Em alguns casos, a pressão sobre o governo — e o
temor deste em perder o controle da situação, vendo os juros sobre seus títulos
subirem e, com isso, tornarem o déficit extremamente caro para ser financiado
— se torna tão grande, que um chefe de governo eleito com uma plataforma de
esquerda acaba tendo de adotar medidas ainda mais ortodoxas do que aquelas que
seriam adotadas pelo seu oponente mais liberal.
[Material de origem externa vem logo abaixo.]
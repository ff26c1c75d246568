// The Share panel of a version (supervisors): make a link for people outside the studio — to the version's player or
// to one stored export — with an expiry date and an optional password, e-mail it, see opens, turn links off.
import { useCallback, useEffect, useState } from 'react';
import { api, ApiError, messageOf } from '../shared/api';
import { EXPORT_STORED_EVENT, type StoredExport } from '~/lib/export/store';

export interface SharePanelProps {
  versionId: number;
}

interface LinkView {
  id: number;
  exportAssetId: number | null;
  exportFormat: string | null;
  hasPassword: boolean;
  expiresAt: string;
  revokedAt: string | null;
  openCount: number;
  status: 'active' | 'expired' | 'revoked';
  createdAt: string;
  createdBy: string | null;
}

const day = (iso: string) => new Date(iso).toISOString().slice(0, 10);
const inDays = (n: number) => new Date(Date.now() + n * 86_400_000).toISOString().slice(0, 10);
const STATUS_LABEL = { active: 'Open', expired: 'Expired', revoked: 'Turned off' } as const;

export default function SharePanel({ versionId }: SharePanelProps) {
  const [links, setLinks] = useState<LinkView[] | null>(null);
  const [exports, setExports] = useState<StoredExport[]>([]);
  const [expiresAt, setExpiresAt] = useState(inDays(14));
  const [password, setPassword] = useState('');
  const [target, setTarget] = useState('version');
  const [email, setEmail] = useState('');
  const [message, setMessage] = useState('');
  const [busy, setBusy] = useState(false);
  const [error, setError] = useState<{ message: string; fields: Record<string, string> } | null>(null);
  const [created, setCreated] = useState<{ id: number; url: string; token: string; emailedTo: string | null } | null>(null);
  const [copied, setCopied] = useState(false);

  const refresh = useCallback(() => {
    api<{ links: LinkView[] }>(`/api/versions/${versionId}/share-links`)
      .then((r) => setLinks(r.links))
      .catch((e) => setError({ message: messageOf(e), fields: {} }));
    api<{ exports: StoredExport[] }>(`/api/versions/${versionId}/exports`)
      .then((r) => setExports(r.exports.filter((e) => e.format === 'mp4' || e.format === 'gif')))
      .catch(() => setExports([]));
  }, [versionId]);
  useEffect(refresh, [refresh]);
  useEffect(() => {
    window.addEventListener(EXPORT_STORED_EVENT, refresh);
    return () => window.removeEventListener(EXPORT_STORED_EVENT, refresh);
  }, [refresh]);

  async function create(e: { preventDefault(): void }) {
    e.preventDefault();
    setBusy(true);
    setError(null);
    setCopied(false);
    try {
      const res = await api<{ link: LinkView; url: string; token: string; emailedTo: string | null }>(`/api/versions/${versionId}/share-links`, {
        method: 'POST',
        body: {
          expiresAt,
          ...(password ? { password } : {}),
          exportAssetId: target === 'version' ? null : Number(target),
          ...(email ? { email } : {}),
          ...(message ? { message } : {}),
        },
      });
      setCreated({ id: res.link.id, url: res.url, token: res.token, emailedTo: res.emailedTo });
      setPassword('');
      refresh();
    } catch (err) {
      setError({ message: messageOf(err), fields: err instanceof ApiError ? err.fields : {} });
    } finally {
      setBusy(false);
    }
  }

  async function sendAgain() {
    if (!created || !email) return;
    setBusy(true);
    setError(null);
    try {
      await api(`/api/share-links/${created.id}/send`, { method: 'POST', body: { token: created.token, email, ...(message ? { message } : {}) } });
      setCreated({ ...created, emailedTo: email });
    } catch (err) {
      setError({ message: messageOf(err), fields: err instanceof ApiError ? err.fields : {} });
    } finally {
      setBusy(false);
    }
  }

  async function revoke(id: number) {
    try {
      await api(`/api/share-links/${id}/revoke`, { method: 'POST', body: {} });
      refresh();
    } catch (err) {
      setError({ message: messageOf(err), fields: {} });
    }
  }

  return (
    <section className="card p-5" data-testid="share-panel" aria-labelledby="share-panel-title">
      <h2 id="share-panel-title" className="text-lg font-semibold tracking-tight">
        Share with a client
      </h2>
      <p className="mt-1 text-sm text-ink-muted">A link that plays without an account, until the date you choose. Comments left there arrive as client notes.</p>

      <form className="mt-4 grid gap-3 text-sm" onSubmit={create} noValidate>
        <label>
          <span className="field-label">Shows</span>
          <select className="field-input" value={target} onChange={(e) => setTarget(e.target.value)} aria-label="Link shows">
            <option value="version">This version in the player</option>
            {exports.map((x) => (
              <option key={x.id} value={String(x.id)}>
                Export: {x.fileName}
              </option>
            ))}
          </select>
        </label>
        <label>
          <span className="field-label">Works until</span>
          <input className="field-input" type="date" name="expiresAt" value={expiresAt} min={inDays(0)} onChange={(e) => setExpiresAt(e.target.value)} aria-invalid={!!error?.fields.expiresAt || undefined} />
          {error?.fields.expiresAt && <span className="field-error">Date {error.fields.expiresAt}</span>}
        </label>
        <label>
          <span className="field-label">Password (optional)</span>
          <input className="field-input" type="text" name="sharePassword" autoComplete="off" value={password} onChange={(e) => setPassword(e.target.value)} aria-invalid={!!error?.fields.password || undefined} />
          {error?.fields.password && <span className="field-error">Password {error.fields.password}</span>}
        </label>
        <label>
          <span className="field-label">E-mail it to (optional)</span>
          <input className="field-input" type="email" name="clientEmail" value={email} onChange={(e) => setEmail(e.target.value)} aria-invalid={!!error?.fields.email || undefined} />
          {error?.fields.email && <span className="field-error">E-mail {error.fields.email}</span>}
        </label>
        <label>
          <span className="field-label">Message (optional)</span>
          <textarea className="field-input" rows={2} value={message} onChange={(e) => setMessage(e.target.value)} />
        </label>
        <div>
          <button type="submit" className="btn-primary" disabled={busy}>
            Create link
          </button>
        </div>
      </form>
      {error && !Object.keys(error.fields).length && (
        <p className="field-error" role="alert">
          {error.message}
        </p>
      )}

      {created && (
        <div className="mt-4 rounded-lg border border-harbour-300 bg-harbour-50 p-3 text-sm" data-testid="share-created">
          <p className="font-medium">Link made. Copy it now: Tidemark keeps only a fingerprint of it and cannot show it again.</p>
          <div className="mt-2 flex gap-2">
            <input className="field-input" readOnly value={created.url} data-testid="share-url" aria-label="Share link" onFocus={(e) => e.target.select()} />
            <button
              type="button"
              className="btn-quiet"
              onClick={() => void navigator.clipboard?.writeText(created.url).then(() => setCopied(true), () => setCopied(false))}
            >
              {copied ? 'Copied' : 'Copy'}
            </button>
          </div>
          {created.emailedTo ? (
            <p className="mt-2 text-ink-muted">E-mailed to {created.emailedTo}.</p>
          ) : (
            email && (
              <button type="button" className="btn-quiet mt-2" disabled={busy} onClick={() => void sendAgain()}>
                E-mail it to {email}
              </button>
            )
          )}
        </div>
      )}

      <h3 className="mt-6 text-sm font-semibold">Links</h3>
      {links && links.length === 0 && <p className="mt-1 text-sm text-ink-muted">No links yet.</p>}
      {links && links.length > 0 && (
        <ul className="mt-2 divide-y divide-sand-line text-sm" data-testid="share-links">
          {links.map((l) => (
            <li key={l.id} className="flex flex-wrap items-center justify-between gap-2 py-2">
              <span>
                <span className="font-medium">{STATUS_LABEL[l.status]}</span> · {l.exportFormat ? `${l.exportFormat.toUpperCase()} export` : 'player'} · until {day(l.expiresAt)}
                {l.hasPassword ? ' · password' : ''}
                <span className="block text-ink-muted">
                  {l.openCount} open{l.openCount === 1 ? '' : 's'} · made by {l.createdBy ?? 'someone'} on {day(l.createdAt)}
                </span>
              </span>
              {l.status === 'active' && (
                <button type="button" className="btn-ghost-danger" onClick={() => void revoke(l.id)}>
                  Turn off
                </button>
              )}
            </li>
          ))}
        </ul>
      )}
    </section>
  );
}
Ao passo que o mercado financeiro estaria satisfeito
com "reformas meia-boca" adotadas por um governo mais pró-mercado, este mesmo
mercado acaba exigindo de governos com tendências populistas a adoção de
medidas ainda mais ortodoxas e liberais apenas para lhe devolver a confiança.
E dado que governos de esquerda contam, ao menos em
teoria, com o apoio de sindicatos e demais grupos sociais, acaba sendo mais
fácil para eles adotar medidas ortodoxas do que seria para um governo mais
liberal.
Estaria eu dizendo que a dupla Dilma-Barbosa seguirá
esse mesmo roteiro? Não sou tão
ingênuo. Mas uma coisa é certa: aquele
cenário favorável que Lula usufruiu quando abandonou a ortodoxia e adotou
políticas mais populistas — um dólar mundialmente
fraco, o qual permitia que expansões do crédito e aumento de gastos não se
traduzissem imediatamente em inflação de preços — não mais está
presente.
No atual cenário de dólar mundialmente forte, o
espaço para aventuras populistas do atual governo Dilma é praticamente mínimo:
qualquer medida heterodoxa e populista adotada irá imediatamente se traduzir em
desvalorização do real perante o dólar, aumento da inflação de preços e aumento
dos juros exigidos pelos investidores para financiar os títulos de longo
prazo.
(Atualmente, estes juros estão
variando entre 16,30% e 16,60%, sendo que, no auge do entusiasmo com Levy,
chegaram a estar entre
11,70% e 12,40%.)
A situação é agravada pelo fato de que o atual
governo não usufrui mais nenhuma confiança ou prestígio perante os mercados
mundiais — ao contrário do governo Lula, que, após seguir políticas econômicas
ortodoxas de 2003 a 2008, ainda tinha grade prestígio e era visto como
responsável e confiável quando
reverteu sua postura em 2009.
Ou seja, caso Nelson Barbosa queira ter algum
refresco dos "justiceiros dos títulos" — e ele precisa deles para financiar os
déficits do governo —, é bom ele começar a dançar de acordo com a música. O espaço para medidas populistas impunes
acabou.
Pode começar se inspirando em Bill Clinton.